Accessibility links

Breaking News
News

Iraq Signs UN Treaty Banning Chemical Weapons


Iraq, which used poison gas during the 1980s, has signed an international treaty that bans the development, production, stockpiling and use of chemical weapons.

U.N. Secretary-General Ban Ki-moon said the move shows Iraq's commitment to disarmament and non-proliferation.

Iraq is the 186th nation to join the pact.

Under then-President Saddam Hussein, Iraq used chemical weapons against the country's ethnic Kurds in 1988, and against Iranian forces during the 1980-88 Iran-Iraq war.

Following the Gulf War of 1991, United Nations inspectors spent years uncovering and destroying an extensive chemical weapons program built up by Saddam Hussein.
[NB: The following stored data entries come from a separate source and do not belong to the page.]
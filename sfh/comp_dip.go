package sfh

import (
	"fmt"
	"math"
)

// Dip suppresses star formation around lookback age AgeGyr: the whole rate is
// multiplied by
//
//	1 − Depth·exp(−(τ − AgeGyr)² / (2 WidthGyr²)),
//
// with AgeGyr in [0, MaxAgeGyr], WidthGyr > 0 and Depth in [0, 1] (1 stops
// star formation at AgeGyr). The product is then renormalised to unit total
// mass, so the fractions and weights of the other parts describe the history
// before suppression. It is the one Modulation: History keeps its dips as
// such, for the speed of the factor in the samplers' inner loop.
type Dip struct {
	AgeGyr   float64
	WidthGyr float64
	Depth    float64
}

func (Dip) kind() string           { return "Dip" }
func (Dip) role() Role             { return Modulation }
func (Dip) strength() string       { return "Depth" }
func (d Dip) clone() Component     { return d }
func (Dip) newShape(float64) shape { return nil }

func (d Dip) check(part string, maxAge float64) error {
	if err := checkGaussian(part, d, d.AgeGyr, d.WidthGyr, maxAge); err != nil {
		return err
	}
	if !(d.Depth >= 0 && d.Depth <= 1) {
		return outOfRange(part, d, "Depth", "depth", d.Depth, "[0, 1] (1 stops star formation at AgeGyr)")
	}
	return nil
}

func (d Dip) params(add func(string, float64, float64, float64), maxAge float64) {
	add("age_gyr", d.AgeGyr, 0, maxAge)
	add("width_gyr", d.WidthGyr, 0, math.Inf(1))
	add("depth", d.Depth, 0, 1)
}

func (d Dip) with(key string, v float64) (Component, bool) {
	switch key {
	case "age_gyr":
		d.AgeGyr = v
	case "width_gyr":
		d.WidthGyr = v
	case "depth":
		d.Depth = v
	default:
		return d, false
	}
	return d, true
}

// String describes the component in a few words.
func (d Dip) String() string {
	return fmt.Sprintf("dip at %g Gyr, width %g Gyr, depth %g", d.AgeGyr, d.WidthGyr, d.Depth)
}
In violence today, Iraqi police say a suicide car bomber killed two people and wounded at least two others in the northern city of Mosul. Officials say the attacker detonated his explosives at an Iraqi military checkpoint near the city's center.

The U.S. military has described Mosul as al-Qaida's last urban stronghold in Iraq. Despite the country's sharp decline in violence, ethnically and religiously mixed Mosul remains one of Iraq's most violent cities.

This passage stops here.